I Tried Hiding from Big Tech in a Pile of Privacy Gadgets - leirbagarc
https://www.bloomberg.com/news/features/2019-08-08/i-tried-hiding-from-silicon-valley-in-a-pile-of-privacy-gadgets
======
pixelbath
I found myself wondering, "but why?" more than once reading this.

>I realized that Signal is located in Mountain View, Calif. So I downloaded
Burner...

So, Signal is compromised because it's physically near Google? Okay.

>and went to Amazon.com

A company you can't shop at without leaving a digital trail? Okay.

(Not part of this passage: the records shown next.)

/// Switching-decision tolerance relative to the rated current and peak voltage.
/// It must exceed the leakage of blocking devices (`g_off`, about 2e-6 of the
/// rated current, see `build`), or devices chatter at leakage level.  Event
/// times are located at the exact zero crossing whatever this value.
pub const TOL_REL: f64 = 2e-5;

/// When the constant-power load's incremental conductance `g = P / Vg^2`,
/// built for a bus voltage `Vg`, is rebuilt about the mean `V` (see
/// `cpl_rebuild`): the slope's relative error is about `2 |V - Vg| / Vg`,
/// and it acts only on the ripple, so the load current's error is about
/// `|V - Vg| / Vg * ripple_pp / V` of the mean current; this bounds it.
const CPL_SLOPE_TOL: f64 = 2e-4;
/// ... and never further than this from `Vg` whatever the ripple.
const CPL_REBUILD_MAX: f64 = 0.05;

/// Whether the constant-power load's incremental conductance, built for the
/// bus voltage `v_g`, must be rebuilt about the mean `v` with the bus
/// spread `ripple_pp` (see `CPL_SLOPE_TOL`).  Measured with a flat 5 %
/// threshold against 2 %: the drive front end at 20 % load (ripple 0.7 %)
/// moved by at most 4e-5 relative; the front end without reactor at full
/// load (ripple 8 %) moved THD by 4e-4 relative and the capacitor life
/// estimate by 1.4 %, which this rule does not allow.
fn cpl_rebuild(v: f64, v_g: f64, ripple_pp: f64) -> bool {
    cpl_off_by(v, v_g, ripple_pp, 1.0)
}

/// Whether a warm start keeps the previous point's slope, built for the bus
/// voltage `v_g` (at this point's power), about the predicted mean `v` with
/// the previous spread `ripple_pp`: only with half of `cpl_rebuild`'s
/// margin left, so that the kept slope seldom needs a rebuild (which costs
/// a second solve).  Keeping it keeps the circuit matrices, and with them
/// the previous point's topologies (`solver::TopoShare`).
fn cpl_keep(v: f64, v_g: f64, ripple_pp: f64) -> bool {
    v_g.is_finite() && v_g > 0.0 && !cpl_off_by(v, v_g, ripple_pp, 0.5)
}

/// `cpl_rebuild` with its thresholds scaled by `k`.
fn cpl_off_by(v: f64, v_g: f64, ripple_pp: f64, k: f64) -> bool {
    let off = (v - v_g).abs() / v_g;
    off >= k * CPL_REBUILD_MAX || off * (ripple_pp / v.abs()).max(1e-3) >= k * CPL_SLOPE_TOL
}

/// One harmonic of a signal.
#[derive(Debug, Clone, Serialize, Deserialize, PartialEq)]
pub struct Harmonic {
    pub order: u32,
    /// RMS magnitude (unit of the signal).
    pub rms: f64,
    /// Phase of `cos(h w t + phase)`, degrees.
    pub phase_deg: f64,
}

/// A computed signal over one period.
#[derive(Debug, Clone, Serialize, Deserialize, PartialEq)]
pub struct Signal {
    pub name: String,
    pub unit: String,
    /// Samples on the uniform grid `t_s` (right-hand limits at switching instants).
    pub samples: Vec<f64>,
    pub mean: f64,
    pub rms: f64,
    pub min: f64,
    pub max: f64,
    /// Harmonics 1..=h_max (only for the signals that need them; else empty).
    pub harmonics: Vec<Harmonic>,
}

/// A switching instant.
#[derive(Debug, Clone, Serialize, Deserialize, PartialEq)]
pub struct SwitchEvent {
    pub t_s: f64,
    pub device: String,
    pub on: bool,
}

/// The power-up transient from a discharged bus.
#[derive(Debug, Clone, Serialize, Deserialize, PartialEq)]
pub struct Transient {
    pub t_s: Vec<f64>,
    pub v_dc: Vec<f64>,
    pub i_a: Vec<f64>,
    pub i_b: Vec<f64>,
    pub i_c: Vec<f64>,
    /// Largest line-current magnitude, A.
    pub inrush_peak_a: f64,
    /// Time for the bus to first reach 90 % of its steady mean, s (None if it did not).
    pub charge_time_s: Option<f64>,
    /// When the precharge bypass closed, s.
    pub bypass_at_s: Option<f64>,
    /// A constant-power load (a drive's inverter) was held off until the
    /// bypass closed; otherwise any load was on from the start.
    #[serde(default)]
    pub inverter_held_off: bool,
    /// Largest line-current magnitude on the grid while the precharge
    /// resistor was in circuit (before the bypass closed), A: the figure
    /// for sizing the resistor.  None without a precharge resistor.
    #[serde(default)]
    pub precharge_peak_a: Option<f64>,
    /// Largest line-current magnitude on the grid after the bypass closed,
    /// A: the surge for sizing the bypass contactor and the fuses.
    #[serde(default)]
    pub bypass_surge_a: Option<f64>,
    /// Highest bus voltage on the grid during the power-up, V (an overshoot
    /// above the steady bus loads the capacitors and the overvoltage trip).
    #[serde(default)]
    pub v_dc_peak_v: f64,
}

/// Simulation results.
#[derive(Debug, Clone, Serialize, Deserialize, PartialEq)]
pub struct SimResult {
    pub period_s: f64,
    /// Uniform grid over one period, s.
    pub t_s: Vec<f64>,
    pub signals: Vec<Signal>,
    pub events: Vec<SwitchEvent>,
    pub device_names: Vec<String>,
    /// Index of named roles in `signals`.
    pub roles: RoleIndex,
    /// Mean instantaneous power per phase `mean(v_k i_k)` at the EMF, W.
    pub p_phase_w: [f64; 3],
    /// Mean power into the DC load terminals `mean(v_dc i_load)`, W.
    pub p_load_w: f64,
    /// Mean dissipation in every modelled resistance and device (source and
    /// reactor resistance, ESR, bleed, devices, leakage), W.
    pub p_loss_w: f64,
    pub newton_iterations: usize,
    pub residual: f64,
    /// The largest magnitude of the periodic solution's Floquet multipliers
    /// (the eigenvalues of the monodromy matrix, saltation included: how a
    /// small disturbance of the state grows or decays over one period).
    /// Above 1 the periodic solution is unstable: the circuit would leave it.
    /// `None` when no period was marched with the sensitivity.
    pub largest_multiplier: Option<f64>,
    /// Solver effort: periods marched and topologies built (all engines of this solve).
    pub periods_marched: usize,
    pub topologies_built: usize,
    pub topologies: usize,
    pub warnings: Vec<String>,
    pub transient: Option<Transient>,
    /// The solution as a start for a nearby solve (not serialized).
    #[serde(skip)]
    pub warm_start: Option<WarmStart>,
}

/// Indexes of the signals with a role (the netlist builder's roles).
pub type RoleIndex = build::Roles;

/// What a solved periodic steady state leaves for the next, nearby solve
/// (a sweep's next point): the state and switch states at `t = 0`, the
/// constant-power load's parameter and the bus mean it was solved at.  A
/// solve started from it skips the warm-up periods and most Newton
/// iterations; it is used only when the next circuit has the same netlist
/// shape (same elements, nodes and faults), and if Newton fails from it the
/// solve starts again cold.  It is only made (and a warm-started solution
/// only kept: else the point is solved again cold) for a diode bridge, and with a
/// constant-power load only when the bus ripple is below
/// `WARM_CPL_RIPPLE_MAX` of its mean: a thyristor bridge (its gate windows)
/// and a constant-power load on a rippling bus can have more than one
/// periodic solution, and a warm start then found another one than the cold
/// solve (random circuits of `tests/sweep_warm.rs`: 1.5e-6 to 6 % apart in
/// line RMS), while a sweep must give the single analysis's figures at each
/// point.  Where it is made, the answer is the same periodic solution (to
/// the Newton tolerance, 1e-10 of each state's scale); with a constant-power
/// load its linearisation slope is built about the previous point's bus
/// mean instead of the cold guess, which moves figures by less than the
/// rebuild rule allows (see `cpl_rebuild`; measured in `tests/sweep_warm.rs`).
#[derive(Debug, Clone, PartialEq, Default)]
pub struct WarmStart {
    pub x0: Vec<f64>,
    pub on0: Vec<bool>,
    /// The circuit's parameter entry at the solution.
    pub param: f64,
    /// Mean bus voltage at the solution, V.
    pub v_dc_mean_v: f64,
    /// Solved with the constant-power load as a current constant in the period.
    pub cpl_constant_current: bool,
    /// The constant-power load's incremental conductance at the solution, S
    /// (negative), and the bus spread (max - min) there, V: the next point
    /// keeps this slope when the rebuild rule leaves a wide margin
    /// (`cpl_keep`), so that its topologies can be reused.
    pub cpl_g_s: Option<f64>,
    pub v_dc_spread_v: f64,
    /// The topologies of the solution's engine (reused by the next point's
    /// engine when its matrices are the same; see `solver::TopoShare`).
    pub topos: Option<SharedTopos>,
    shape: Vec<(u8, usize, usize, bool)>,
}

/// A shared [`solver::TopoShare`]; equal when it is the same share.
#[derive(Clone)]
pub struct SharedTopos(pub std::sync::Arc<solver::TopoShare>);

impl PartialEq for SharedTopos {
    fn eq(&self, other: &SharedTopos) -> bool {
        std::sync::Arc::ptr_eq(&self.0, &other.0)
    }
}

impl std::fmt::Debug for SharedTopos {
    fn fmt(&self, f: &mut std::fmt::Formatter<'_>) -> std::fmt::Result {
        write!(f, "SharedTopos({} topologies)", self.0.len())
    }
}

/// The largest bus ripple (peak to peak, relative to the mean) for which a
/// solution with a constant-power load leaves a warm start.  Random circuits
/// with 6 % to 22 % ripple gave warm and cold solutions 1e-3 to 5 % apart;
/// the drive front ends of the cross-check (0.7 % to 3 %) agree within 1e-5.
pub const WARM_CPL_RIPPLE_MAX: f64 = 0.04;

/// The netlist's shape: what must match for a warm start to apply.
fn netlist_shape(c: &circuit::Circuit) -> Vec<(u8, usize, usize, bool)> {
    let mut v = vec![(255u8, c.n_nodes, c.osc_omega.len(), false)];
    v.extend(c.elements.iter().map(|e| match e {
        Element::Conductance { a, b, .. } => (0u8, *a, *b, false),
        Element::Inductor { a, b, .. } => (1, *a, *b, false),
        Element::Capacitor { a, b, .. } => (2, *a, *b, false),
        Element::VoltageSource { a, b, .. } => (3, *a, *b, false),
        Element::CurrentSource { a, b, scaled, .. } => (4, *a, *b, *scaled),
        Element::Switch { a, b, open, .. } => (5, *a, *b, *open),
    }));
    v
}
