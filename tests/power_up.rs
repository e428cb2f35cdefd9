//! The power-up transient from a discharged bus, with a precharge resistor and
//! its bypass (issue #3), on the built-in default scenario (a drive front end
//! with a constant-power load, 50 Hz).
//!
//! The bounds are physical, not golden values: no current can exceed the
//! supply's prospective short-circuit peak `2 sqrt2 I_sc` (the fully offset
//! first peak of a short circuit is below twice the symmetrical peak; common
//! practice), and once the bypass has closed the bus settles to the steady
//! state's mean.

use rectifield::analysis::analyze;
use rectifield::scenario::Scenario;

fn with_precharge(bypass_s: f64, bypass_pu: f64) -> Scenario {
    let mut s = Scenario::default();
    s.dc.precharge_r_ohm = 20.0;
    s.dc.precharge_bypass_s = bypass_s;
    s.dc.precharge_bypass_pu = bypass_pu;
    s.analysis.transient_cycles = 60;
    s
}

/// A bypass time on the grid (0.5 s is 25 whole cycles at 50 Hz, a grid
/// point) once never closed; the transient then ran the whole window on the
/// precharge resistor.
#[test]
fn bypass_closes_at_its_time_on_a_grid_point() {
    let s = with_precharge(0.5, 0.0);
    assert_eq!(s.supply.f_hz, 50.0, "the default scenario is 50 Hz");
    let a = analyze(&s).expect("valid");
    let tr = a
        .sim
        .expect("simulated")
        .transient
        .expect("transient asked for");
    let at = tr.bypass_at_s.expect("the bypass closes");
    assert!((at - 0.5).abs() < 1e-9, "bypass at {at} s");
    // The bus charges (with the inverter held off, before the bypass: see
    // `inverter_held_off_until_the_bypass_closes`).
    assert!(tr.charge_time_s.is_some(), "the bus never charged");
}

/// A constant-power load was linearised about the steady bus voltage in the
/// transient too: a negative resistance that, on a bus held low by the
/// precharge resistor, grew without bound (an inrush peak of 5e22 A was
/// reported).  It is now held off until the bypass closes, then its
/// equivalent resistance V0^2 / P.
#[test]
fn constant_power_load_power_up_stays_bounded() {
    for (bypass_s, bypass_pu) in [(0.5, 0.0), (0.0, 0.8), (0.3, 0.0)] {
        let s = with_precharge(bypass_s, bypass_pu);
        let a = analyze(&s).expect("valid");
        let i_limit = 2.0 * 2f64.sqrt() * a.derived.i_sc_a;
        let sim = a.sim.expect("simulated");
        let v_mean = sim.signals[sim.roles.v_dc].mean;
        let tr = sim.transient.expect("transient asked for");
        assert!(
            tr.inrush_peak_a.is_finite() && tr.inrush_peak_a < i_limit,
            "bypass {bypass_s} s / {bypass_pu} pu: inrush {} A against the prospective {} A",
            tr.inrush_peak_a,
            i_limit
        );
        let v_peak = 2f64.sqrt() * s.supply.v_ll_rms_v;
        for v in &tr.v_dc {
            assert!(
                v.is_finite() && *v > -0.05 * v_peak && *v < 1.5 * v_peak,
                "bus {v} V outside what the supply can make"
            );
        }
        if tr.bypass_at_s.is_some() {
            let end = *tr.v_dc.last().expect("samples");
            assert!(
                (end - v_mean).abs() < 0.05 * v_mean,
                "bus {end} V at the end against the steady mean {v_mean} V"
            );
        }
    }
}

/// A drive holds its inverter off until the precharge is done (common
/// practice: the drive enables its output once the bypass has closed).  Until
/// the bypass closes the bus has no load, so it charges through the
/// precharge resistor towards the line-to-line peak `sqrt2 V_LL`, the no-load
/// DC voltage of a capacitor-filtered six-pulse bridge (Mohan, Undeland and
/// Robbins, 3rd ed., sec. 5-3: the capacitor charges to the peak of the
/// line-to-line voltage with no load); afterwards it settles at the steady
/// state's mean with the load on.  The inrush stays at or below what the
/// precharge resistor alone lets through at the start, about
/// `sqrt2 V_LL / R`, plus the bypass closing onto a bus within a few percent
/// of the peak.
#[test]
fn inverter_held_off_until_the_bypass_closes() {
    let s = with_precharge(0.5, 0.0);
    let a = analyze(&s).expect("valid");
    let sim = a.sim.expect("simulated");
    let v_mean = sim.signals[sim.roles.v_dc].mean;
    let tr = sim.transient.expect("transient asked for");
    let v_peak = 2f64.sqrt() * s.supply.v_ll_rms_v;
    let at = tr.bypass_at_s.expect("the bypass closes");
    // The last sample before the bypass closes.
    let k = tr
        .t_s
        .iter()
        .rposition(|&t| t < at - 1e-6)
        .expect("samples before the bypass");
    let v_before = tr.v_dc[k];
    assert!(
        v_before > 0.97 * v_peak && v_before < 1.01 * v_peak,
        "bus {v_before} V before the bypass, no-load peak {v_peak} V"
    );
    // No load: the bus is charged (90 % of the steady mean) well before the bypass.
    let charge = tr.charge_time_s.expect("the bus charges");
    assert!(charge < at, "charged at {charge} s, bypass at {at} s");
    let end = *tr.v_dc.last().expect("samples");
    assert!(
        (end - v_mean).abs() < 0.03 * v_mean,
        "bus {end} V at the end against the steady mean {v_mean} V"
    );
}

/// The power-up's peaks apart: through the precharge resistor, after the
/// bypass, and the bus voltage.  Bounds (common practice, first-order): at
/// switch-on the discharged bus is a short behind the resistor, so the
/// resistor's current peaks near, and not above, the line-to-line peak over
/// its resistance, `sqrt2 V_LL / R` (less the source's drop and the charge
/// already taken); the whole-window peak is the larger of the two parts.
#[test]
fn power_up_peaks_are_given_apart_and_bounded() {
    let s = with_precharge(0.5, 0.0);
    let a = analyze(&s).expect("valid");
    let tr = a.sim.expect("simulated").transient.expect("transient");
    let r_peak = tr.precharge_peak_a.expect("a precharge resistor is fitted");
    let bound = 2f64.sqrt() * s.supply.v_ll_rms_v / s.dc.precharge_r_ohm;
    assert!(
        r_peak <= bound && r_peak > 0.85 * bound,
        "precharge peak {r_peak} A against sqrt2 V / R = {bound} A"
    );
    let surge = tr.bypass_surge_a.expect("the bypass closed");
    assert!((tr.inrush_peak_a - r_peak.max(surge)).abs() <= 1e-9 * tr.inrush_peak_a);
    // The bus never goes below zero and its peak is on the trace.
    assert!(tr.v_dc.iter().all(|v| *v >= -1e-6 * tr.v_dc_peak_v));
    assert!(tr.v_dc.contains(&tr.v_dc_peak_v));
}

/// With neither a bypass time nor a level the bypass never closes: said.
#[test]
fn a_bypass_without_a_rule_is_warned() {
    let s = with_precharge(0.0, 0.0);
    let a = analyze(&s).expect("valid");
    assert!(
        a.warnings.iter().any(|w| w.contains("never closes")),
        "{:?}",
        a.warnings
    );
    let tr = a.sim.expect("simulated").transient.expect("transient");
    assert!(tr.bypass_at_s.is_none() && tr.bypass_surge_a.is_none());
}
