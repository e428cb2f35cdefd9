//! The scenario format: field paths in errors, versions, and the documented examples.

use rectifield::scenario::{from_json, to_json, Scenario, SCHEMA_VERSION};

#[test]
fn empty_object_is_the_default_scenario() {
    // One difference, documented in docs/scenario-format.md: a file without
    // an `analysis` section takes its rating from the load (0), which for
    // the default drive's 45 kW load is the default scenario's 45 kW rating.
    let parsed = from_json("{}").unwrap();
    let mut default = Scenario::default();
    assert_eq!(default.analysis.rated_power_w, 45e3);
    assert_eq!(parsed.analysis.rated_power_w, 0.0);
    assert_eq!(
        rectifield::params::derive(&parsed).unwrap(),
        rectifield::params::derive(&default).unwrap()
    );
    default.analysis.rated_power_w = 0.0;
    assert_eq!(parsed, default);
}

#[test]
fn unknown_field_is_rejected_with_its_path() {
    let e = from_json(r#"{"supply": {"v_ll_rms_v": 400, "voltage": 1}}"#).unwrap_err();
    assert!(e.contains("supply") && e.contains("voltage"), "{e}");
    let e = from_json(r#"{"dc": {"load": {"kind": "resistor", "r_ohm": 5, "x": 1}}}"#).unwrap_err();
    assert!(e.starts_with("dc.load"), "{e}");
}

#[test]
fn wrong_type_is_rejected_with_its_path() {
    let e = from_json(r#"{"bridge": {"alpha_deg": "thirty"}}"#).unwrap_err();
    assert!(e.starts_with("bridge.alpha_deg"), "{e}");
    let e = from_json(r#"{"supply": {"phase_open": [false, "no", false]}}"#).unwrap_err();
    assert!(e.starts_with("supply.phase_open"), "{e}");
    assert!(from_json("[1, 2]").unwrap_err().starts_with("scenario"));
    assert!(from_json("{\"name\": ")
        .unwrap_err()
        .contains("not valid JSON"));
}

#[test]
fn versions_are_checked_and_version_1_is_migrated() {
    let e = from_json(&format!("{{\"schema_version\": {}}}", SCHEMA_VERSION + 1)).unwrap_err();
    assert!(e.starts_with("schema_version"), "{e}");
    assert!(from_json("{\"schema_version\": 0}").is_err());
    // A version-1 file: no compliance or capacitor-thermal fields; keeps its 720-point grid.
    let v1 = r#"{"schema_version": 1, "name": "old case", "supply": {"v_ll_rms_v": 415}}"#;
    let s = from_json(v1).unwrap();
    assert_eq!(s.schema_version, SCHEMA_VERSION);
    assert_eq!(s.analysis.grid_points, 720);
    assert_eq!(s.supply.v_ll_rms_v, 415.0);
    // The current version keeps the current default grid.
    assert_eq!(from_json("{}").unwrap().analysis.grid_points, 1024);
}

#[test]
fn every_example_round_trips_and_matches_the_documented_copy() {
    // docs/examples/ holds the built-in examples as written by
    // `rectifield examples docs/examples` (remake them with that command).
    for (stem, s) in rectifield::examples::all() {
        let text = to_json(&s);
        assert_eq!(from_json(&text).unwrap(), s, "{stem}");
        let path = format!("{}/docs/examples/{stem}.json", env!("CARGO_MANIFEST_DIR"));
        let doc = std::fs::read_to_string(&path).unwrap_or_else(|e| panic!("{path}: {e}"));
        assert_eq!(
            from_json(&doc).unwrap(),
            s,
            "{path} is stale: remake with `rectifield examples docs/examples`"
        );
    }
}

#[test]
fn every_bridge_type_has_an_example() {
    use rectifield::scenario::BridgeKind::*;
    let kinds: Vec<_> = rectifield::examples::all()
        .iter()
        .map(|(_, s)| s.bridge.kind)
        .collect();
    for k in [
        SixPulseDiode,
        SixPulseThyristor,
        ThreePulseDiode,
        ThreePulseThyristor,
        TwelvePulseSeries,
        TwelvePulseParallel,
    ] {
        assert!(kinds.contains(&k), "{k:?}");
    }
}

>seeing the 7-Eleven location listed there along with almost everywhere else
I’d been in the last seven years

You didn't turn off location services before trying a Faraday bag? You're
still using your Android smartphone?

I guess I can give the author credit for looking around and trying, but most
of the privacy benefits likely come from things like: using Signal (or similar
end-to-end encryption), using privacy-focused email (or a private email
server), not logging into social media, turning off location services, using a
privacy-focused search engine like DuckDuckGo or StartPage, and blocking ads
(and possibly JS if you're that bold).

If it's still not enough for the non-technically-minded, then I'd suggest
doing some more research into more advanced techniques like network
adblocking, Tor, VPN, or virtual machines.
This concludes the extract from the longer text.